Does April still top the rank in maximum monthly hacks?
Additionally, AMBCrypto reiterated that after a contained $169 million in Q1, losses significantly increased in May, bringing figures to almost $770 million in the year so far.
In April alone, there were nearly 30 incidents totaling over $600 million, indicating a change from intermittent breaches to ongoing pressure.
Having said that, the KelpDAO/LayerZero exploit on the 18th of April was the biggest event in this dataset, resulting in losses of about $292 million.
According to DeFiLlama’s data, the total value compromised in April was $634.85 million, which is still the highest amount.
May came in second with $60.03 million. On the other hand, January saw no losses, February saw $24.21 million, and March saw $41.26 million.
The ultimate solution to prevent such exploits
Although there isn’t a one-size-fits-all solution for bridge exploits, a combination of architectural and operational improvements can help reduce them.

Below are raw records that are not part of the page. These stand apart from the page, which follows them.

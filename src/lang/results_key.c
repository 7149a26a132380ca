#include "results_key.h"

#include <stdlib.h>
#include <string.h>

#include "sha256.h"
#include "strbuf.h"
#include "util.h"

/* Version of the serialisation below: bumped when it changes. */
#define RESULTS_KEY_FORMAT "psikappa-question-1"

static slong results_key_nodes;

slong results_key_last_nodes(void)
{
    return results_key_nodes;
}

/* Adds an integer field (decimal text and a NUL). */
static void key_put_si(sha256_ctx *h, slong v)
{
    char buf[32];
    snprintf(buf, sizeof buf, "%ld", (long)v);
    sha256_update_field(h, buf);
}

/* The text of term i of p: coefficient, then " name^e" in name order.
   NULL when an exponent does not fit a word or a variable has no name. */
static char *key_term_text(const fmpq_mpoly_t p, slong i, const scalar_ring *R)
{
    if (!fmpq_mpoly_term_exp_fits_ui(p, i, R->ctx))
        return NULL;
    ulong exp[SCALAR_MAX_VARS];
    fmpq_mpoly_get_term_exp_ui(exp, p, i, R->ctx);
    int order[SCALAR_MAX_VARS], k = 0;
    for (int v = 0; v < SCALAR_MAX_VARS; v++) {
        if (exp[v] == 0)
            continue;
        if (!R->names[v])
            return NULL;
        int j = k++;
        for (; j > 0 && strcmp(R->names[order[j - 1]], R->names[v]) > 0; j--)
            order[j] = order[j - 1];
        order[j] = v;
    }
    fmpq_t c;
    fmpq_init(c);
    fmpq_mpoly_get_term_coeff_fmpq(c, p, i, R->ctx);
    strbuf b;
    strbuf_init(&b);
    strbuf_put_fmpq(&b, c);
    fmpq_clear(c);
    for (int j = 0; j < k; j++)
        strbuf_printf(&b, " %s^%lu", R->names[order[j]], (unsigned long)exp[order[j]]);
    return strbuf_take(&b);
}

static int key_cmp_text(const void *a, const void *b)
{
    return strcmp(*(char *const *)a, *(char *const *)b);
}

int results_key_scalar(sha256_ctx *h, const fmpq_mpoly_t p, const scalar_ring *R)
{
    slong len = fmpq_mpoly_length(p, R->ctx);
    char **terms = xcalloc(len > 0 ? (size_t)len : 1, sizeof(char *));
    int ok = 1;
    for (slong i = 0; i < len && ok; i++)
        ok = (terms[i] = key_term_text(p, i, R)) != NULL;
    if (ok) {
        /* variable indices depend on the order of declaration; names do not */
        qsort(terms, (size_t)len, sizeof(char *), key_cmp_text);
        key_put_si(h, len);
        for (slong i = 0; i < len; i++)
            sha256_update_field(h, terms[i]);
    }
    for (slong i = 0; i < len; i++)
        free(terms[i]);
    free(terms);
    return ok;
}

/* Identifiers of the nodes already hashed (open addressing on the pointer). */
typedef struct {
    const cx **node;
    slong *id;
    slong len, cap;
} key_ids;

static size_t key_slot(const key_ids *M, const cx *e)
{
    size_t s = ((size_t)(uintptr_t)e >> 4) * 11400714819323198485ull;
    s &= (size_t)M->cap - 1;
    while (M->node[s] && M->node[s] != e)
        s = (s + 1) & ((size_t)M->cap - 1);
    return s;
}

static slong key_ids_get(const key_ids *M, const cx *e)
{
    if (M->cap == 0)
        return -1;
    size_t s = key_slot(M, e);
    return M->node[s] ? M->id[s] : -1;
}

static void key_ids_add(key_ids *M, const cx *e)
{
    if (2 * (M->len + 1) > M->cap) {
        key_ids old = *M;
        M->cap = old.cap ? 2 * old.cap : 256;
        M->node = xcalloc((size_t)M->cap, sizeof(cx *));
        M->id = xmalloc((size_t)M->cap * sizeof(slong));
        for (slong s = 0; s < old.cap; s++)
            if (old.node[s]) {
                size_t t = key_slot(M, old.node[s]);
                M->node[t] = old.node[s];
                M->id[t] = old.id[s];
            }
        free(old.node);
        free(old.id);
    }
    size_t s = key_slot(M, e);
    M->node[s] = e;
    M->id[s] = M->len++;
}

/* Hashes one node whose children are hashed already: its kind, its own data
   and the identifiers of its children. Returns 0 when a scalar has no key. */
static int key_put_node(sha256_ctx *h, const key_ids *M, const cx *e, const scalar_ring *R)
{
    /* one name per cx_kind, in the enum's order: a kind added to classexpr.h
       without a name here fails the assertion below at compile time */
    static const char *kinds[] = {"scalar", "psi", "kappa", "add", "mul", "pow", "exp", "lambda", "ch", "theta", "boundary", "stratum"};
    _Static_assert(sizeof kinds / sizeof kinds[0] == CX_STRATUM + 1, "a class kind has no key name");
    sha256_update_field(h, kinds[e->kind]);
    switch (e->kind) {
    case CX_SCALAR:
        return results_key_scalar(h, e->scalar, R);
    case CX_THETA:
        return 1;
    case CX_BOUNDARY:
        key_put_si(h, e->index);
        key_put_si(h, (slong)(e->legs & 0xffffffffUL));
        key_put_si(h, (slong)(e->legs >> 32));
        return 1;
    case CX_STRATUM:
        for (int i = 0; i < 3; i++)
            key_put_si(h, e->graph[i]);
        return 1;
    case CX_PSI:
    case CX_KAPPA:
    case CX_LAMBDA:
    case CX_CH:
        key_put_si(h, e->index);
        return 1;
    case CX_POW:
        key_put_si(h, e->index);
        key_put_si(h, key_ids_get(M, e->a));
        return 1;
    case CX_EXP:
        key_put_si(h, key_ids_get(M, e->a));
        return 1;
    default:
        key_put_si(h, key_ids_get(M, e->a));
        key_put_si(h, key_ids_get(M, e->b));
        return 1;
    }
}

/* Hashes the expression as a list of nodes in post-order, each node once,
   children named by their position in the list. An explicit stack: products
   built in loops are hundreds of thousands of levels deep. */
static int key_put_dag(sha256_ctx *h, const cx *root, const scalar_ring *R)
{
    key_ids M = {NULL, NULL, 0, 0};
    slong cap = 64, top = 0;
    const cx **stack = xmalloc((size_t)cap * sizeof(cx *));
    stack[top++] = root;
    int ok = 1;
    while (top > 0 && ok) {
        const cx *e = stack[top - 1];
        if (key_ids_get(&M, e) >= 0) {
            top--;
            continue;
        }
        const cx *kids[2] = {e->kind == CX_SCALAR ? NULL : e->a, e->kind == CX_SCALAR ? NULL : e->b};
        int pushed = 0;
        for (int i = 1; i >= 0; i--)
            if (kids[i] && key_ids_get(&M, kids[i]) < 0) {
                if (top + 1 >= cap)
                    stack = xrealloc(stack, (size_t)(cap *= 2) * sizeof(cx *));
                stack[top++] = kids[i];
                pushed = 1;
            }
        if (pushed)
            continue;
        ok = key_put_node(h, &M, e, R);
        key_ids_add(&M, e);
        top--;
    }
    results_key_nodes = M.len;
    key_put_si(h, M.len);
    free(stack);
    free(M.node);
    free(M.id);
    return ok;
}

int results_key_integral(const scalar_ring *R, slong g, slong n, const cx *e, char hex[65])
{
    sha256_ctx h;
    sha256_init(&h);
    sha256_update_field(&h, RESULTS_KEY_FORMAT);
    sha256_update_field(&h, "integral");
    key_put_si(&h, g);
    key_put_si(&h, n);
    if (!key_put_dag(&h, e, R))
        return 0;
    sha256_final_hex(&h, hex);
    return 1;
}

Combining decentralized validation, cryptographic verification, thorough auditing, and risk controls is necessary for bridge security. Reducing funds held in bridge contracts and minimizing trust are still crucial to stop widespread exploits because bridges link separate trust domains.
Final Summary
- There were many bridge exploits that resulted in losses of over $10 million, including the Verus-Ethereum Bridge attack and the THORChain exploit.
- Despite 14 exploits in the month of May, April still remains the month that saw the maximum losses due to hacks and exploits.